To do
For each line of the listing that holds "ProjectionBasis", show the full line.

Source material
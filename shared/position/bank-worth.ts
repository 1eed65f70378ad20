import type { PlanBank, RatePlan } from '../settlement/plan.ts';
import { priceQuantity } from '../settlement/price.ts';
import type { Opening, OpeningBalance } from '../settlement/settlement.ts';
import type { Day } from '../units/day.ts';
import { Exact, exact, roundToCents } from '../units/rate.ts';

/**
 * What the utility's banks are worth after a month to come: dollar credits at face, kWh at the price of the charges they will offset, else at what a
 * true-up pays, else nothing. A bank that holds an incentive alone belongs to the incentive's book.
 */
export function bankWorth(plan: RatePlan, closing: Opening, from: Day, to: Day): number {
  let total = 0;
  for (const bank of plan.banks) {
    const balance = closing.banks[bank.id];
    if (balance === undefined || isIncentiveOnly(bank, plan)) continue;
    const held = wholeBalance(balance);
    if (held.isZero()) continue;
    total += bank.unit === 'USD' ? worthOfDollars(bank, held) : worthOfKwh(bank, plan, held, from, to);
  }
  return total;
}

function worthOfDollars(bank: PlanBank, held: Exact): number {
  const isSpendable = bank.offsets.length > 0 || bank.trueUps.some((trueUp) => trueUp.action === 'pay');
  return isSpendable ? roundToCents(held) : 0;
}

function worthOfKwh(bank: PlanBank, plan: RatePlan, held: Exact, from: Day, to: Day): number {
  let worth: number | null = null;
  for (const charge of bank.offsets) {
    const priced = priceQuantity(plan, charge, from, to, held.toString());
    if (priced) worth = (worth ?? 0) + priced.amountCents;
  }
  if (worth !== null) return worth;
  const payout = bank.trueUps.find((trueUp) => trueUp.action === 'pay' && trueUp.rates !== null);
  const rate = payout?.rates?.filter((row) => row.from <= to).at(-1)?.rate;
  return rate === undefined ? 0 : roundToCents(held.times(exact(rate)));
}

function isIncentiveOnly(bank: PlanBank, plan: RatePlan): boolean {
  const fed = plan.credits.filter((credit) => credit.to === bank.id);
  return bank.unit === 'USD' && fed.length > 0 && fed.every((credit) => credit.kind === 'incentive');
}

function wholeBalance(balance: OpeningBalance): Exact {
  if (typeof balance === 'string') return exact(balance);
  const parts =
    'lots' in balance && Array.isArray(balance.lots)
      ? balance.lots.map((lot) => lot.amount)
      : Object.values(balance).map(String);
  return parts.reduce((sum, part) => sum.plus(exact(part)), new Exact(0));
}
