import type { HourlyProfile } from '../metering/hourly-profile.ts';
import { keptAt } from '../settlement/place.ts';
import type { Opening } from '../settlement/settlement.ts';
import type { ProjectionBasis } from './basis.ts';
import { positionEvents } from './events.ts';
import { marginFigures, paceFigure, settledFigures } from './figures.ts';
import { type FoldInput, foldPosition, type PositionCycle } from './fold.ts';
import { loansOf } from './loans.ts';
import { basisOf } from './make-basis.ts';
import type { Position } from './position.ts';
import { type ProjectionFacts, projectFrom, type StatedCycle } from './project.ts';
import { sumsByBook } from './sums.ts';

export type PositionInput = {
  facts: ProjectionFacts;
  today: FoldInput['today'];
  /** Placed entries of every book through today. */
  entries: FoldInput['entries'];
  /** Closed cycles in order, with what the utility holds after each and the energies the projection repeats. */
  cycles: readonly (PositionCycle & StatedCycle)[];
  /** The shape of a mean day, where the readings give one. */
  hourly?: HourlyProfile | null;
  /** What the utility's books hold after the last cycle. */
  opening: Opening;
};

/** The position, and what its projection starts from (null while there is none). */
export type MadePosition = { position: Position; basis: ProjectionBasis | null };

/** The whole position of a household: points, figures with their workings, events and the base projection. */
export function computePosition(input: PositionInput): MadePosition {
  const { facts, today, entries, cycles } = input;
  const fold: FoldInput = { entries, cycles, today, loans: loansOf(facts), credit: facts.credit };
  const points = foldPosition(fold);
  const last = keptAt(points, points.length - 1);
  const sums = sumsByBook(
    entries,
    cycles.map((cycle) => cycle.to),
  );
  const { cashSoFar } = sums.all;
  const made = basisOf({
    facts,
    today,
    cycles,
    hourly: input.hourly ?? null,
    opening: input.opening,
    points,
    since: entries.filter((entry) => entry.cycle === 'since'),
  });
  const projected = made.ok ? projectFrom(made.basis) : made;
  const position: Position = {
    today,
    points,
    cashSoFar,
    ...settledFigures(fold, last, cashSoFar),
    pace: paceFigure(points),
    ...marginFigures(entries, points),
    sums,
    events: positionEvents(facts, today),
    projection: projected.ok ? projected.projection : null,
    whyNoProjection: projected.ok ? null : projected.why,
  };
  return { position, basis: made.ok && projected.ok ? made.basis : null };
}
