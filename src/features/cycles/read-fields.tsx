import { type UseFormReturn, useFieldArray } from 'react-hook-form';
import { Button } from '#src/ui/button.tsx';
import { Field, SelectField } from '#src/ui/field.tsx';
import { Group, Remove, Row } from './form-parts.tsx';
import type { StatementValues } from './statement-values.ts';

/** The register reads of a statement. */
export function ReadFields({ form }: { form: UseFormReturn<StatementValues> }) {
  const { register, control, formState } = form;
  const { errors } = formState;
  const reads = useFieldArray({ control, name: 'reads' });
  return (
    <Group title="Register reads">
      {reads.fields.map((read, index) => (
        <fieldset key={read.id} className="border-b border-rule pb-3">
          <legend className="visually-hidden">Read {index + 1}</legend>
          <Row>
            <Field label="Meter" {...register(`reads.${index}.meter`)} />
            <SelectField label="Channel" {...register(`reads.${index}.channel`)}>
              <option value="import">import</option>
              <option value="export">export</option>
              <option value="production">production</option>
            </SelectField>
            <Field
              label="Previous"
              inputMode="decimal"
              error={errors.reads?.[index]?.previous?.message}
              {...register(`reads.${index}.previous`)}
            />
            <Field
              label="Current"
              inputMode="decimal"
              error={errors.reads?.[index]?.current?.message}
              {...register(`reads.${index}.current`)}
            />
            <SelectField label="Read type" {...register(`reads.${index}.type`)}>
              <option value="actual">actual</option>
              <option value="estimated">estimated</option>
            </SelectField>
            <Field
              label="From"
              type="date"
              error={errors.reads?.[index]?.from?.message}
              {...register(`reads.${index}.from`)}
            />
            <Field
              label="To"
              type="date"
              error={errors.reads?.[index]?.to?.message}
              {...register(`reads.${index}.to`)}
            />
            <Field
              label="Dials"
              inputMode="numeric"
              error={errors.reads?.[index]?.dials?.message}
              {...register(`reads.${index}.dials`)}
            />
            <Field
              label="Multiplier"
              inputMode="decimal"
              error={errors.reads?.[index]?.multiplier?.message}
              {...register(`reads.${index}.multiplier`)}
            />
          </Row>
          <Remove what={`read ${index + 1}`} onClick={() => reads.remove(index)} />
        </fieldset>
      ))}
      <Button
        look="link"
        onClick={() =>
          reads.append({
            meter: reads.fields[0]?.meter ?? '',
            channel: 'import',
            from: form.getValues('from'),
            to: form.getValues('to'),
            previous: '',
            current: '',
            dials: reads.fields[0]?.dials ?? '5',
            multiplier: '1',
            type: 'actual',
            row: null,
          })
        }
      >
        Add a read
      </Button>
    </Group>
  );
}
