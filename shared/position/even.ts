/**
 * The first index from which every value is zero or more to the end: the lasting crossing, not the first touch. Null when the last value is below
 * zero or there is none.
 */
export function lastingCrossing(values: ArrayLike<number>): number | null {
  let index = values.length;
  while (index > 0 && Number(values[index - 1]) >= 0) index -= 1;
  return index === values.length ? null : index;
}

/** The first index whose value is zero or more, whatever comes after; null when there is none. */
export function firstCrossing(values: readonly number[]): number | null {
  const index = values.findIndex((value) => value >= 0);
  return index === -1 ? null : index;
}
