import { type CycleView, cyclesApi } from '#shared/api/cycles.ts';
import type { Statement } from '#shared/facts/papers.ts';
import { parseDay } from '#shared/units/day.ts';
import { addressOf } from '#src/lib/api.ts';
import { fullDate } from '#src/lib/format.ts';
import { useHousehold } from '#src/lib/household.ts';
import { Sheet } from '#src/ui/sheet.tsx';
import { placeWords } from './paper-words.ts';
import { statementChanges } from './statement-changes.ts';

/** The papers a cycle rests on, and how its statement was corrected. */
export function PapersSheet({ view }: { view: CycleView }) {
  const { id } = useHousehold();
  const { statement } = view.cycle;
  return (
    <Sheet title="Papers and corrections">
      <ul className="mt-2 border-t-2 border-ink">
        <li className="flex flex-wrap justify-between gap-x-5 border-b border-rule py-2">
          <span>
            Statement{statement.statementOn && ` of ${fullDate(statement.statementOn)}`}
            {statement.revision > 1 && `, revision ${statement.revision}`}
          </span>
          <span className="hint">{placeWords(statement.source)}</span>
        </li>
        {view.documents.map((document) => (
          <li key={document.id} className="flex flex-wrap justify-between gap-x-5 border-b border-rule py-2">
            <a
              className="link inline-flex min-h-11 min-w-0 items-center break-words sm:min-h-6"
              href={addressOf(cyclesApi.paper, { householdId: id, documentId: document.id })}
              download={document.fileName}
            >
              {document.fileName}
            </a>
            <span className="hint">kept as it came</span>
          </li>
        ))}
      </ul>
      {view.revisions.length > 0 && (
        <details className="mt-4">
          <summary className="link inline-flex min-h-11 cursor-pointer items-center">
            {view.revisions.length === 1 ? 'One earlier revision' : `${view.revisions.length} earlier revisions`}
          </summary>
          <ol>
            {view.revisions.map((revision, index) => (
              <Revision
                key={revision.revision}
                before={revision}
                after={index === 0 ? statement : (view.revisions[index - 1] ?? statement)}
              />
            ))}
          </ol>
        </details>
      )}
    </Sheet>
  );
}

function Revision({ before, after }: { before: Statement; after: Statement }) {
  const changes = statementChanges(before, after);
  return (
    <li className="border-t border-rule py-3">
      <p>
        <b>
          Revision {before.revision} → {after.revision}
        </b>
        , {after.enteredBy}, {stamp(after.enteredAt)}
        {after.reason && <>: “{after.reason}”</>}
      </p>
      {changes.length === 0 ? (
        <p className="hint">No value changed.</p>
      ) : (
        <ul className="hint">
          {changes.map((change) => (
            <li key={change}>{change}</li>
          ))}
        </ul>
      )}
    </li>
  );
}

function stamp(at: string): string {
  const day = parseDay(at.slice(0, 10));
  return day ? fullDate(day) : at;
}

Answer to the exercise
import type { ProjectionBasis } from './basis.ts';
export type MadePosition = { position: Position; basis: ProjectionBasis | null };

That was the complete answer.